Essa argumentação corrobora minha tese sobre "preguiça ou conveniência". Pense por si só.


----------



## Opera fan

Infelizmente desta vez esqueci-me de incluir exemplos. Aqui vão alguns:

Esta noite vou *AO* cinema
Quando fui *AO* quarto fechei a janela
Quando lá cheguei, já ela tinha ido *ÀS* compras.
Fui vê-lo *AO* hospital


----------



## edupa

Opera fan said:


> Infelizmente desta vez esqueci-me de incluir exemplos. Aqui vão alguns:
> 
> Esta noite vou *AO* cinema
> Quando fui *AO* quarto fechei a janela
> Quando lá cheguei, já ela tinha ido *ÀS* compras.
> Fui vê-lo *AO* hospital


 
No Português Brasileiro:

. Para as frases 1, 2 e 4 usa-se 'no' em vez de 'ao', na língua cotidiana. Inclusive para a frase 4, é amplamente preferida na fala cotidiana (por enquanto) a construção "Fui VER ELE no hospital".

. Para a frase 3 (ao menos em São Paulo), só se aceita esta forma (i.e.: ÀS compras).

Abraços!


----------



## Alandria

Gente, até PASQUALE, que é constantemente acusado de purista nem põe mais o dedo no "ir em". Obrigada por colar isso, Kurumin! 

Aliás, há um artigo sobre o "ir em" no ciberdúvidas. Não entendo como podem existir pessoas tão intolerantes que ainda condenam o uso de "IR EM" na fala, que absurdo sem tamanho! Essas pessoas ainda acreditam que a língua funciona com controle prescritivo linguístico.

No *meu dialeto* há uma tendência a usar apenas o "pra" na maioria desses casos citados. Assim fica:

Vou pra Europa. (tempo curto)
Vou ficar/morar na Europa. (tempo longo)


----------



## Outsider

Alandria said:


> Aliás, há um artigo sobre o "ir em" no ciberdúvidas. Não entendo como podem existir pessoas tão puristas que ainda condenam o uso de "IR EM" na fala, que absurdo sem tamanho!!!!!
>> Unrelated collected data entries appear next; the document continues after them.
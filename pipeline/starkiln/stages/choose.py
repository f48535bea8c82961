"""Which photosphere a star has, for photosphere = "auto": the evidence of both, and a broad prior of R given T."""

from __future__ import annotations

import numpy as np
from numpy.typing import NDArray
from scipy.special import ndtr

from starkiln.inference.evidence import WeightedDraws, importance_draws, log_mean_exp
from starkiln.inference.posterior import LN_HEAT_K
from starkiln.inference.streams import star_streams
from starkiln.settings import Settings
from starkiln.stages.fit import block_stars, start_block
from starkiln.stages.model import LN_RSUN_PC, FitModel
from starkiln.stages.stars import Stars

COMPACT_RSUN = (0.003, 0.05)
HOT_COMPACT_RSUN = (0.003, 0.4)
HOT_COMPACT_K = 20_000.0
ORDINARY_RSUN = (0.07, 3e3)
PARALLAX_SIGMA = 3.0  # below this the radius says nothing
ENOUGH_BANDS = 5
LEAK = 1e-10  # share of either kind that has any radius at all, so that no odds are infinite
UNLESS_ABOVE = 5.0  # log ratio that a star with too little data needs


def choose(stars: Stars, model: FitModel, settings: Settings) -> tuple[NDArray[np.bool_], NDArray[np.float64]]:
    """Return for each star whether it is taken for a blackbody, and the log ratio of the odds, blackbody to calibrated.

    The odds hold the expected fraction of blackbodies. Without a parallax of 3 sigma, or below five bands, a star is
    calibrated unless the log ratio exceeds 5.
    """
    assert model.rival is not None
    ratio = np.empty(len(stars))
    size = block_stars(settings)
    for first in range(0, len(stars), size):
        rows = slice(first, first + size)
        some = stars.take(rows)
        ratio[rows] = log_evidence(some, model.rival, settings) - log_evidence(some, model, settings)
    fraction = settings.model.blackbody.fraction
    ratio += np.log(fraction) - np.log1p(-fraction)
    informed = (_relative_distance_error(stars) < 1.0 / PARALLAX_SIGMA) & (stars.usable.sum(axis=1) >= ENOUGH_BANDS)
    return ratio > np.where(informed, 0.0, UNLESS_ABOVE), ratio


def log_evidence(stars: Stars, model: FitModel, settings: Settings) -> NDArray[np.float64]:
    """Return each star's log evidence under a model, up to constants that all models share."""
    block, modes = start_block(stars, model, settings)
    streams = star_streams(stars.ids, settings.run.seed, b"evidence")
    draws = importance_draws(block, model.grid, model.prior, streams, settings.sampling.walkers, modes)
    return log_mean_exp(draws.log_weight + _ln_radius_prior(draws, stars, model))


def _relative_distance_error(stars: Stars) -> NDArray[np.float64]:
    """Return the fractional error of the distance, infinite where there is none or it is negative."""
    with np.errstate(invalid="ignore", divide="ignore", over="ignore"):
        by_parallax = np.where(stars.parallax_mas > 0.0, stars.parallax_error_mas / stars.parallax_mas, np.inf)
        given = stars.distance_error_pc / stars.distance_pc
    return np.nan_to_num(np.where(np.isfinite(given), given, by_parallax), nan=np.inf)


def _ln_radius_prior(draws: WeightedDraws, stars: Stars, model: FitModel) -> NDArray[np.float64]:
    """Return (S, N) the log prior density of ln R that a model expects at its temperature, smeared by the distance.

    Compact stars, for the blackbody: 0.003 to 0.05 solar radii, to 0.4 above 20000 K; others above 0.07. Zero for
    stars whose distance says nothing of the radius.
    """
    error = _relative_distance_error(stars)
    known = error < 1.0 / PARALLAX_SIGMA
    distance_pc = np.where(
        np.isfinite(stars.distance_pc), stars.distance_pc, 1e3 / np.where(known, stars.parallax_mas, 1.0)
    )
    distance_pc = np.where(known, distance_pc, 1.0)
    smear = np.where(known, np.maximum(error, 0.02), 1.0)[:, None]
    # Draws beyond the hottest temperature have no weight; they only must not spoil the logarithm.
    ln_teff = LN_HEAT_K - np.log(np.maximum(draws.coords[:, :, 0], 1e-9))
    ln_radius = np.log(distance_pc)[:, None] + 0.5 * (draws.coords[:, :, 1] - ln_teff) - LN_RSUN_PC
    if model.departures is None:
        hot = ln_teff > np.log(HOT_COMPACT_K)
        low_rsun, high_rsun = COMPACT_RSUN[0], np.where(hot, HOT_COMPACT_RSUN[1], COMPACT_RSUN[1])
    else:
        low_rsun, high_rsun = ORDINARY_RSUN[0], np.full(ln_teff.shape, ORDINARY_RSUN[1])
    low, high = float(np.log(low_rsun)), np.asarray(np.log(high_rsun))
    share = ndtr((high - ln_radius) / smear) - ndtr((low - ln_radius) / smear)
    return np.where(known[:, None], np.log((share + LEAK) / (high - low)), 0.0)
Bem, acho que é porque não estamos habituados. Aqui, ninguém fala assim. 
Além disso, não me lembro de alguma vez ter lido "ir em" nos escritores clássicos, como Camões. Claro que tudo isto se resume a uma questão de gosto.

Não conhecia essa expressão francesa, *Kurumin*. Vivendo e aprendendo. Mas em todo o caso _geralmente_ o que se diz é _je vais à_ ou _je vais dans_. Se bem que, agora que penso nisso, parece-me que há uma certa semelhança entre a forma como os franceses usam o _aller dans_ e a forma como os brasileiros usam _ir em_...


----------



## Alandria

Outsider said:


> Bem, acho que é porque não estamos habituados. Aqui, ninguém fala assim.
> Além disso, não me lembro de alguma vez ter lido "ir em" nos escritores clássicos, como Camões. Claro que tudo isto se resume a uma questão de gosto.
> 
> Não conhecia essa expressão francesa, *Edupa*. Vivendo e aprendendo. Mas em todo o caso _geralmente_ o que se diz é _je vais à_ ou _je vais dans_.



Eu acho que o ideal é que todos encarem diferenças linguísticas como diferenças linguísticas, não como desvio no uso da língua.

À propósito, quando estive em *São Luís* e em *Belém* as pessoas falavam bastante "ir + a" com naturalidade. É apenas outro registro, não os acho antiquados por isso.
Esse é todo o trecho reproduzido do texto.